And they have such a large swathe of IP addresses that they control. But that works out to be, if they monetize it all, about $2 billion tax on the Internet.
And the reason I say it's a tax is we have an alternative to this.
The alternative is to use IPv6, which has been around for years.
And Amazon has stuck to IPv4 here. And the truth is the world needs to move to IPv6.
It solves the problem of a lack of IPv4 addresses.
It's here, it works. We've been using it for years. In fact, our first ever birthday week announcement was our IPv6 to IPv4 gateway.
Any customer who uses Cloudflare can use IPv6 and IPv4 together.
And so this announcement is just to say that come to Cloudflare, use us and don't pay Amazon.
You can just set up IPv6 on the Amazon side.
We'll give you the IPv4 address that you need for the public Internet.

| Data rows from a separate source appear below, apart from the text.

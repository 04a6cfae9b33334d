/** A team's week: training nights and matches on its schedule, and its calendar feed. */
import type { PlanKind } from './plan-request';

export const SCHEDULE_KINDS = ['training', 'match'] as const;
/** A training night plans a session; a match day plans a warm-up before kick-off. */
export type ScheduleKind = (typeof SCHEDULE_KINDS)[number];

/** The kind of plan a scheduled session starts. */
export const PLAN_KIND_OF: Record<ScheduleKind, PlanKind> = {
  training: 'training',
  match: 'match-warm-up',
};

/** At most this many sessions come from one "repeat weekly" (a long term of weekly nights). */
export const MAX_WEEKLY_SESSIONS = 40;

/** One session on a team's schedule, in the club's local time. */
export interface ScheduledSessionDto {
  id: string;
  teamId: string;
  teamName: string;
  /** Local calendar day, YYYY-MM-DD. */
  date: string;
  /** Kick-off or start, HH:MM (24-hour), local time. */
  startTime: string;
  kind: ScheduleKind;
  /** Minutes the plan fills (the warm-up before a match, or the training session). */
  minutes: number;
  /** Where: a pitch, a park, a hall; empty when not said. */
  place: string;
  /** The club's time zone (IANA name) the date and time are in. */
  timeZone: string;
  /** The latest plan made from this session, if any. */
  planId: string | null;
}

/** Body of POST /api/teams/:id/schedule and PATCH …/schedule/:sessionId. */
export interface ScheduledSessionBody {
  date: string;
  startTime: string;
  kind: ScheduleKind;
  minutes: number;
  place?: string;
}

/** Body of POST /api/teams/:id/schedule/weekly: the same night every week from `date` to `until`. */
export interface WeeklySessionsBody extends ScheduledSessionBody {
  /** Last day to repeat on (inclusive), YYYY-MM-DD. */
  until: string;
}

/** Answer of GET/POST /api/teams/:id/calendar: the subscription address, or null when off. */
export interface TeamCalendarDto {
  /** Path of the feed on this server (/api/calendar/<secret>.ics), or null when none is on. */
  path: string | null;
}

/** The day `days` after a YYYY-MM-DD day (negative for before), as YYYY-MM-DD. */
export function addDays(date: string, days: number): string {
  const [y, m, d] = date.split('-').map(Number) as [number, number, number];
  return new Date(Date.UTC(y, m - 1, d + days)).toISOString().slice(0, 10);
}

/**
 * The same weekday every week from `first` to `until` (both YYYY-MM-DD, inclusive). Stops one
 * past MAX_WEEKLY_SESSIONS, so a caller can tell "too many" without building a long list.
 */
export function weeklyDates(first: string, until: string): string[] {
  const dates: string[] = [];
  for (let date = first; date <= until && dates.length <= MAX_WEEKLY_SESSIONS; date = addDays(date, 7)) {
    dates.push(date);
  }
  return dates;
}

So you don't lose out at all. And not only that, if you stick with us, you will not only not pay Amazon the $43, we will give you $43 in credits on Cloudflare.
So this is really about a little bit of money for the end user, but all really about the Internet getting better because we need IPv6 everywhere.
Exactly.
I was amazed first to see that IPv6 is still not as much adopted as some people would want.
But also there's some difficulty in transition for some networks, sometimes of situations specifically.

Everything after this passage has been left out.